### Assignment
Starting at the line containing "border: 1px solid var(--db-line);" and ending at the line containing "color: var(--db-dusk);", print every line of the material below exactly, both ends included, and stop there.

### The input
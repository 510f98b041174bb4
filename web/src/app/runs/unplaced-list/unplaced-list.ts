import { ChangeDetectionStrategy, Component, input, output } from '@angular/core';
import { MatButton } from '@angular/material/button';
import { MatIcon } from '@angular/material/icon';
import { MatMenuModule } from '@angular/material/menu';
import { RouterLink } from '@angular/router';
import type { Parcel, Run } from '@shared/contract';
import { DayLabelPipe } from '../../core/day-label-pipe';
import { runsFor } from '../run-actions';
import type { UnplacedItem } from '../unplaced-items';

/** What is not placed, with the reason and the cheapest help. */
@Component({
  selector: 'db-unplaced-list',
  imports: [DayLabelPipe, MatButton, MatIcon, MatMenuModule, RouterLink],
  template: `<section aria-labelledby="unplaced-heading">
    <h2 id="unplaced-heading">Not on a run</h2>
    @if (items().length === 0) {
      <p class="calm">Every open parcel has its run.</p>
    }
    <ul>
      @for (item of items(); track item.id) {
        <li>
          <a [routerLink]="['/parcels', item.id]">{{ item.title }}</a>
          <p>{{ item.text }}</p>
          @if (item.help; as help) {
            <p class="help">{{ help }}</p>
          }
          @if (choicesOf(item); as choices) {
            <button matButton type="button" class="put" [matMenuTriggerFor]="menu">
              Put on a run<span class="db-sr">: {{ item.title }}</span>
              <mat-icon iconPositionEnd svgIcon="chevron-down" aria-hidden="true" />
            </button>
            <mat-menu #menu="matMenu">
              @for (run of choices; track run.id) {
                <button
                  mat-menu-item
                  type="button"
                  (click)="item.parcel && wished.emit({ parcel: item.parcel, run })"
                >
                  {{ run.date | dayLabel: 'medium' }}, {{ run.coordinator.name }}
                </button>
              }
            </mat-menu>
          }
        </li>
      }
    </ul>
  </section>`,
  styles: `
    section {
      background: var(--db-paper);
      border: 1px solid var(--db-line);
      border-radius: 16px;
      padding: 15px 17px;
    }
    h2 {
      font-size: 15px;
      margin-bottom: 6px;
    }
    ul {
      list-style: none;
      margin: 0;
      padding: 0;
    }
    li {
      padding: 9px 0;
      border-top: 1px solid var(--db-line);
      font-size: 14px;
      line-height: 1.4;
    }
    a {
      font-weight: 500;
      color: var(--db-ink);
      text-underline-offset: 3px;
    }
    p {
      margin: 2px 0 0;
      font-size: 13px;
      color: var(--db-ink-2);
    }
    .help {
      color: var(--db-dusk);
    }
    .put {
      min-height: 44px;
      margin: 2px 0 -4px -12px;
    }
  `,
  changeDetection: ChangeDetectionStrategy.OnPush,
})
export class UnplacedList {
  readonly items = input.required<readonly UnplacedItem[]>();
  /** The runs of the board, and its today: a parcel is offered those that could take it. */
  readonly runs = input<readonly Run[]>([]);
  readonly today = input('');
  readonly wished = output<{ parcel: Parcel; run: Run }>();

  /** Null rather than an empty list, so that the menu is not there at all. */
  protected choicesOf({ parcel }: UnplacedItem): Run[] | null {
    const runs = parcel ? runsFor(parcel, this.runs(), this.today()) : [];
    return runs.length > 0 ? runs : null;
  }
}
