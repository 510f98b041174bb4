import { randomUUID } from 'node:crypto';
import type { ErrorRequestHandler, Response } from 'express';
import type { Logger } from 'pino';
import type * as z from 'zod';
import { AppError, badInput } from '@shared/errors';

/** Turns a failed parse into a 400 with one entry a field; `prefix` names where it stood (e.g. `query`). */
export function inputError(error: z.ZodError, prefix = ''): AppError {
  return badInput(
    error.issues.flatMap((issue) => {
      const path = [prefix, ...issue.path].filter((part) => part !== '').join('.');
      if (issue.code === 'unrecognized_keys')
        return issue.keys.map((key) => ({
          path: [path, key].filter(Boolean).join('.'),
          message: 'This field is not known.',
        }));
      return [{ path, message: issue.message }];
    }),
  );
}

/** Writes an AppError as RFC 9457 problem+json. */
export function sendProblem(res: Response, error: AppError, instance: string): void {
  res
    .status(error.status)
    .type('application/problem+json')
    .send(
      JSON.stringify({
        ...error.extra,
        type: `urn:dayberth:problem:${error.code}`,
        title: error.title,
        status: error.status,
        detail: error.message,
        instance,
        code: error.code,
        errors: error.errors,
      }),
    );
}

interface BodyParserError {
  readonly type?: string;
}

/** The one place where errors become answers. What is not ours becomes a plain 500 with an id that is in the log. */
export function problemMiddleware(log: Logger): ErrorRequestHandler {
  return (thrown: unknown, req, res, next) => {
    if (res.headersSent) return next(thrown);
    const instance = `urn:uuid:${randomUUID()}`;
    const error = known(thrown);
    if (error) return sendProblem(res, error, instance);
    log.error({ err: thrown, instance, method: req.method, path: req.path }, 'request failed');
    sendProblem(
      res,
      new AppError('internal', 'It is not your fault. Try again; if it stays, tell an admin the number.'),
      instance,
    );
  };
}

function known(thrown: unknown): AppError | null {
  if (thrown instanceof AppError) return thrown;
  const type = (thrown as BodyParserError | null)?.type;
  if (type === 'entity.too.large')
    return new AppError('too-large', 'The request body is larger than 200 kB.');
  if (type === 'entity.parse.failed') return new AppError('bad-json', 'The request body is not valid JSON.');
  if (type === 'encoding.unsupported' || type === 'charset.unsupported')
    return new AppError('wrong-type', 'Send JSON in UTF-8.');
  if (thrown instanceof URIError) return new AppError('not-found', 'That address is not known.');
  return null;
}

### Task result
      border: 1px solid var(--db-line);
      border-radius: 16px;
      padding: 15px 17px;
    }
    h2 {
      font-size: 15px;
      margin-bottom: 6px;
    }
    ul {
      list-style: none;
      margin: 0;
      padding: 0;
    }
    li {
      padding: 9px 0;
      border-top: 1px solid var(--db-line);
      font-size: 14px;
      line-height: 1.4;
    }
    a {
      font-weight: 500;
      color: var(--db-ink);
      text-underline-offset: 3px;
    }
    p {
      margin: 2px 0 0;
      font-size: 13px;
      color: var(--db-ink-2);
    }
    .help {
      color: var(--db-dusk);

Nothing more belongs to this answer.